**Problem to solve**.
Below are several records. Retype exactly those lines running from the one with "MIN_POSITION_NOISE_M = 1e-3" through the one with "#: Where the", end lines included, and no others.

Stored dataset items:
Segment Open

"""Resampled route geometry: stations at uniform arc-length spacing with heading and curvature.

:func:`build_geometry` fits a smoothing spline to the route's points and resamples it by true
arc length. The node convention used by every later step (limits, solvers, writers):

* nodes ``0..n`` at stations ``station_m[k] = k * spacing_m`` with ``station_m[n] = length_m``;
* ``n`` steps between consecutive nodes, all of length ``spacing_m``;
* on a closed route node ``n`` is node ``0`` again (same position, heading modulo 2 pi,
  curvature), so the seam row appears twice and a lap is exactly ``length_m``.
"""

from __future__ import annotations

import functools
import math
import warnings
from dataclasses import dataclass

import numpy as np
from numpy.polynomial import legendre
from scipy import sparse, special
from scipy.interpolate import BSpline
from scipy.linalg import LinAlgError, solveh_banded
from scipy.optimize import brentq

from .errors import CurvespeedWarning, RouteGeometryError
from .geodesy import LocalProjection
from .route import REVERSAL_TURN_DEG, Route


@dataclass(frozen=True)
class Geometry:
    """A route resampled at uniform station spacing.

    Attributes
    ----------
    station_m : ndarray, shape (n+1,)
        Arc length along the fitted path from the start, metres.
    x_m, y_m : ndarray
        Plan position, metres.
    heading_rad : ndarray
        Direction of travel, radians counter-clockwise from +x, continuous (unwrapped).
    curvature_1pm : ndarray
        Signed curvature, 1/m, positive turning left.
    z_m, grade : ndarray or None
        Elevation (metres) and grade dz/ds (rise over run, + uphill) where the route had elevation.
    closed : bool
        True when the route is a loop (node n coincides with node 0).
    spacing_m : float
        Station step, metres (the requested spacing, shortened so it divides the length).
    projection : LocalProjection or None
        Maps x, y back to latitude/longitude for geographic routes.
    source, name : str
        Where the route came from, for messages and titles.
    """

    station_m: np.ndarray
    x_m: np.ndarray
    y_m: np.ndarray
    heading_rad: np.ndarray
    curvature_1pm: np.ndarray
    z_m: np.ndarray | None
    grade: np.ndarray | None
    closed: bool
    spacing_m: float
    projection: LocalProjection | None = None
    source: str = "route"
    name: str = "route"

    @property
    def n_nodes(self) -> int:
        return int(self.station_m.size)

    @property
    def length_m(self) -> float:
        return float(self.station_m[-1])

    def latlon(self) -> tuple[np.ndarray, np.ndarray] | None:
        """Latitude and longitude of every node, degrees, or None for a metric route."""
        if self.projection is None:
            return None
        return self.projection.to_latlon(self.x_m, self.y_m)

    def total_turning_rad(self) -> float:
        """Integral of curvature over the route (heading change), radians."""
        return float(self.heading_rad[-1] - self.heading_rad[0])


# ---------------------------------------------------------------------------------------------
# Choices of the fit (the reasons are in build_geometry's docstring).

#: Degree of the fitted B-spline. Quintic: curvature (second derivative) is twice continuously
#: differentiable, so its rate of change along the route, which sets lateral jerk at constant
#: speed, is continuous too.
SPLINE_DEGREE = 5
#: Order of the coefficient differences the smoothing penalises (fourth differences ~ c'''').
PENALTY_ORDER = 4
#: Knot intervals per median spacing of the points in the first fit (see _knot_spacing).
KNOTS_PER_SPACING = 2
#: Elevation noise assumed when none is given (standard deviation, metres).
DEFAULT_ELEVATION_NOISE_M = 0.1
#: Most stations a geometry may have (5000 km at 1 m); more is a wrong spacing or a stray point.
MAX_STATIONS = 5_000_000
#: An automatic loop needs its ends closer than this fraction of the route's length too.
CLOSURE_LENGTH_FRACTION = 0.25
#: The default closure tolerance is the larger of this many median point spacings ...
CLOSURE_SPACINGS = 2.0
#: ... and this many position-noise standard deviations.
CLOSURE_NOISE_SIGMAS = 6.0
#: Positions are never taken to be more precise than this (standard deviation, metres): survey
#: coordinates are quoted to the millimetre (common practice). Only matters for exact synthetic
#: points, whose scatter estimate is zero or round-off.
MIN_POSITION_NOISE_M = 1e-3
#: Neighbours on each side of a point used to predict it in :func:`estimate_scatter`: a quintic
#: (degree 2 * 3 - 1, the spline's own degree) through the three points before and after.
SCATTER_NEIGHBOURS = 3
#: Where the fitted path's speed along its parameter falls below this fraction of its median it
#: nearly stands still and turns (a cusp); curvature there describes the points' scatter.
CUSP_SPEED_FRACTION = 0.05

_SCATTER_BOUND_LEVEL = float(special.ndtr(-2.0))   # one-sided, two standard deviations
_GAUSS_NODES = 10                    # Gauss-Legendre nodes per arc-length piece
_LOG_LAMBDA_RANGE = (-6.0, 12.0)     # smoothing weight searched: rho = log10(lam / lam0)
_LOG_LAMBDA_XTOL = 1e-4              # in rho: residual sum within ~0.05 % of its target
_LOG_LAMBDA_PROBES = (16.0, 14.0)    # rho up to which a wider knot spacing is estimated
_LOG_LAMBDA_AIM = 8.0                # rho aimed at after widening the knot spacing
_LOG_LAMBDA_REFINE = 5.0             # below: smoothing over < ~2 knot intervals, refine grid
_MAX_START_INTERVALS = 200_000       # first knot grid at most this fine (refined if needed)
_MAX_REGRIDS = 8
_MIN_PERIODIC_INTERVALS = 2 * (SPLINE_DEGREE + 1)
_ARC_PIECE_M = 2.0                   # longest piece of parameter one Gauss-Legendre rule spans
_NEWTON_TOL = 1e-11                  # arc-length inversion: station error / half a piece
_NEWTON_MAX_ITER = 60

Segment Closed

**Task solution**.
MIN_POSITION_NOISE_M = 1e-3
#: Neighbours on each side of a point used to predict it in :func:`estimate_scatter`: a quintic
#: (degree 2 * 3 - 1, the spline's own degree) through the three points before and after.
SCATTER_NEIGHBOURS = 3
#: Where the fitted path's speed along its parameter falls below this fraction of its median it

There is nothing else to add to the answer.